WORKING DATA START

import { INGEST_LIMITS } from '#shared/contracts/ingest.ts';
import { CLOCK_ERROR_MS, type Centre, type GatewayNews, heardNumber, type KeyHolder } from '#server/capabilities/centre/index.ts';
import { Refusal } from '#server/platform/http/refusal.ts';
import type { EntryResult, Ledger, LedgerOptions } from '#server/platform/journal/ledger.ts';
import { judge } from './judge.ts';

export interface IngestAnswer {
  accepted: number;
  duplicates: number;
  setAside: { index: number; id: string; reason: string }[];
}

/** What a request of a gateway holds. */
export interface Report {
  from: Pick<KeyHolder, 'gateway' | 'centre'>;
  elements: readonly unknown[];
  /** Server time of arrival, epoch ms. */
  receivedAt: number;
  /** The gateway's own clock as it sent, epoch ms; null: it didn't say. */
  gatewayTime: number | null;
}

type Entry = ReturnType<typeof judge>;

/** Takes in what a gateway heard; answers after the commit. */
export type Ingest = (report: Report, options?: LedgerOptions) => Promise<IngestAnswer>;

export function createIngestOf(ledger: Ledger, centre: Pick<Centre, 'gateways'>): Ingest {
  return async ({ from, elements, receivedAt, gatewayTime }, options) => {
    if (elements.length > INGEST_LIMITS.events) throw new Refusal(413, 'events.too-large', { what: 'events', max: INGEST_LIMITS.events });
    const measured = gatewayTime === null ? null : gatewayTime - receivedAt;
    const clockError = measured !== null && Math.abs(measured) > CLOCK_ERROR_MS ? measured : 0;
    const at = { gateway: from.gateway, lanes: from.centre.lanes, receivedAt, clockError };
    const entries = elements.map((element) => judge(element, at));
    const results = await ledger.submit(from.centre, entries, receivedAt, options);
    await centre.gateways.note(from.centre, from.gateway, (news) => newsOf(news, { entries, results, receivedAt, measured }));
    return answerOf(entries, results);
  };
}

function answerOf(entries: readonly Entry[], results: readonly EntryResult[]): IngestAnswer {
  const answer: IngestAnswer = { accepted: 0, duplicates: 0, setAside: [] };
  results.forEach((result, index) => {
    if (result.outcome === 'accepted') answer.accepted += 1;
    else if (result.outcome === 'duplicate') answer.duplicates += 1;
    else answer.setAside.push({ index, id: entries[index]?.id ?? '', reason: result.reason });
  });
  return answer;
}

interface Told {
  entries: readonly Entry[];
  results: readonly EntryResult[];
  receivedAt: number;
  measured: number | null;
}

/** What a request tells of its gateway besides the events. */
function newsOf(news: GatewayNews, { entries, results, receivedAt, measured }: Told): GatewayNews {
  const next: GatewayNews = { ...news, heardAt: Math.max(news.heardAt ?? 0, receivedAt), clockErrorMs: measured ?? news.clockErrorMs };
  const changed = results.filter((result) => result.outcome === 'duplicate' && result.changed).length;
  if (changed > 0) Object.assign(next, { changedRepeats: news.changedRepeats + changed, changedRepeatAt: receivedAt });
  for (const { type, data, time, source, sequence } of entries) {
    if (sequence !== null && source !== '') next.sequences = { ...next.sequences, [source]: heardNumber(next.sequences[source], sequence) };
    if (data === null || (type !== 'gateway.started' && type !== 'gateway.heartbeat')) continue;
    const said = data as { queued?: number; uptimeS?: number };
    Object.assign(next, { queued: said.queued ?? null, uptimeS: said.uptimeS ?? null });
    if (type === 'gateway.started') next.startedAt = Math.max(next.startedAt ?? 0, time);
  }
  return next;
}
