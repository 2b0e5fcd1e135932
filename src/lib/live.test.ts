import { describe, expect, it } from 'vitest';
import { livenessOf } from './live.ts';

const heard = { good: 10_000, cut: null, start: 0, since: 1, database: 'ok' as const };
const at = (now: number, change: object = {}) => livenessOf({ ...heard, ...change }, now).state;

describe('how live the screen is', () => {
  it('says nothing for a missed beat, then reconnecting, then stale within ten seconds', () => {
    expect([at(10_000), at(13_900), at(14_000), at(18_900), at(19_000)]).toEqual(['live', 'live', 'reconnecting', 'reconnecting', 'stale']);
  });
  it('a cut link is said after two seconds, not before', () => {
    expect([at(12_000, { cut: 10_100 }), at(12_100, { cut: 10_100 })]).toEqual(['live', 'reconnecting']);
  });
  it('a database that is said to be away is stale sooner: the server noticed late', () => {
    expect([at(15_900, { database: 'away' }), at(16_000, { database: 'away' })]).toEqual(['reconnecting', 'stale']);
  });
  it('a server that never answered becomes stale too', () => {
    expect([at(100, { good: null }), at(5000, { good: null }), at(9600, { good: null })]).toEqual(['starting', 'reconnecting', 'stale']);
  });
});
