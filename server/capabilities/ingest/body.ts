import type { IncomingMessage } from 'node:http';
import { INGEST_LIMITS } from '#shared/contracts/ingest.ts';
import { Refusal } from '#server/platform/http/refusal.ts';

const SINGLE = 'application/cloudevents+json';
const BATCH = 'application/cloudevents-batch+json';

const tooLarge = (what: string, max: number): Refusal => new Refusal(413, 'events.too-large', { what, max });

/** The elements of a request's body. Refuses what isn't CloudEvents as a whole, or too large. */
export async function readBody(request: IncomingMessage): Promise<readonly unknown[]> {
  const media = mediaOf(request);
  const body = parse(await bytesOf(request));
  if (media === SINGLE) {
    if (!isEvent(body.value)) throw new Refusal(400, 'events.not-cloudevents');
    if (body.bytes > INGEST_LIMITS.eventBytes) throw tooLarge('bytes an event', INGEST_LIMITS.eventBytes);
    return [body.value];
  }
  if (!Array.isArray(body.value)) throw new Refusal(400, 'events.not-cloudevents');
  if (body.value.length > INGEST_LIMITS.events) throw tooLarge('events', INGEST_LIMITS.events);
  // Only a body that is larger than one event may hold one that is too large.
  if (body.bytes > INGEST_LIMITS.eventBytes && body.value.some((element) => sizeOf(element) > INGEST_LIMITS.eventBytes)) throw tooLarge('bytes an event', INGEST_LIMITS.eventBytes);
  return body.value as unknown[];
}

const isEvent = (value: unknown): boolean => typeof value === 'object' && value !== null && !Array.isArray(value) && Object.hasOwn(value, 'specversion');

function sizeOf(element: unknown): number {
  try {
    return Buffer.byteLength(JSON.stringify(element));
  } catch {
    throw new Refusal(400, 'events.not-cloudevents');
  }
}

function mediaOf(request: IncomingMessage): string {
  const [type = '', ...parameters] = (request.headers['content-type'] ?? '').toLowerCase().split(';').map((part) => part.trim());
  const charset = parameters.find((parameter) => parameter.startsWith('charset='))?.slice('charset='.length).replaceAll('"', '');
  const encoding = request.headers['content-encoding'] ?? 'identity';
  if ((type !== SINGLE && type !== BATCH) || (charset !== undefined && charset !== 'utf-8') || encoding !== 'identity') throw new Refusal(415, 'events.type');
  return type;
}

async function bytesOf(request: IncomingMessage): Promise<Buffer> {
  const limit = INGEST_LIMITS.bytes;
  if (Number(request.headers['content-length'] ?? 0) > limit) throw tooLarge('bytes', limit);
  const pieces: Buffer[] = [];
  let bytes = 0;
  return new Promise((resolve, reject) => {
    request.on('data', (piece: Buffer) => {
      bytes += piece.length;
      if (bytes > limit) reject(tooLarge('bytes', limit));
      else pieces.push(piece);
    });
    request.on('end', () => resolve(pieces.length === 1 && pieces[0] ? pieces[0] : Buffer.concat(pieces)));
    request.on('error', reject);
    request.on('close', () => reject(new Refusal(400, 'request.invalid')));
  });
}

const utf8 = new TextDecoder('utf-8', { fatal: true });

function parse(body: Buffer): { value: unknown; bytes: number } {
  try {
    return { value: JSON.parse(utf8.decode(body)) as unknown, bytes: body.length };
  } catch {
    throw new Refusal(400, 'events.not-json');
  }
}
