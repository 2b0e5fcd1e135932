import type { Centre } from '#server/capabilities/centre/index.ts';
import type { Deps } from '#server/deps.ts';
import type { Route } from '#server/platform/http/route.ts';
import { createDoor, type Door } from './door.ts';
import { createIngestOf, type Ingest } from './ingest.ts';
import { setAsideReads } from './read-model.ts';
import { ingestRoutes } from './routes.ts';
import { setAsideCommands } from './set-aside.ts';
import { INGEST_RATE, type Rate } from './token-bucket.ts';

export { INGEST_PATH } from './door.ts';
export type { Ingest, IngestAnswer, Report } from './ingest.ts';
export type { Rate } from './token-bucket.ts';

export interface IngestSlice {
  routes: Route[];
  /** `POST /api/ingest/events`, beside the other routes. */
  door: Door;
  /** The same without HTTP: history that is loaded, with `receivedAt` = the events' own time. */
  ingest: Ingest;
}

/** What gateways send. `rate` is for measuring alone. */
export function createIngest(deps: Pick<Deps, 'db' | 'ledger' | 'clock' | 'log'>, others: { centre: Centre }, rate: Rate = INGEST_RATE): IngestSlice {
  const ingest = createIngestOf(deps.ledger, others.centre);
  return { routes: ingestRoutes(setAsideCommands(deps.ledger, setAsideReads(deps.db))), door: createDoor(deps, others.centre, ingest, rate), ingest };
}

WORKING DATA END

**WORK INSTRUCTIONS**
When copying the data above, please keep exactly the lines from its first line through the line with "the commit. */", both ends included, and drop the rest.

**ANSWER TO THE PROBLEM**
import { INGEST_LIMITS } from '#shared/contracts/ingest.ts';
import { CLOCK_ERROR_MS, type Centre, type GatewayNews, heardNumber, type KeyHolder } from '#server/capabilities/centre/index.ts';
import { Refusal } from '#server/platform/http/refusal.ts';
import type { EntryResult, Ledger, LedgerOptions } from '#server/platform/journal/ledger.ts';
import { judge } from './judge.ts';

export interface IngestAnswer {
  accepted: number;
  duplicates: number;
  setAside: { index: number; id: string; reason: string }[];
}

/** What a request of a gateway holds. */
export interface Report {
  from: Pick<KeyHolder, 'gateway' | 'centre'>;
  elements: readonly unknown[];
  /** Server time of arrival, epoch ms. */
  receivedAt: number;
  /** The gateway's own clock as it sent, epoch ms; null: it didn't say. */
  gatewayTime: number | null;
}

type Entry = ReturnType<typeof judge>;

/** Takes in what a gateway heard; answers after the commit. */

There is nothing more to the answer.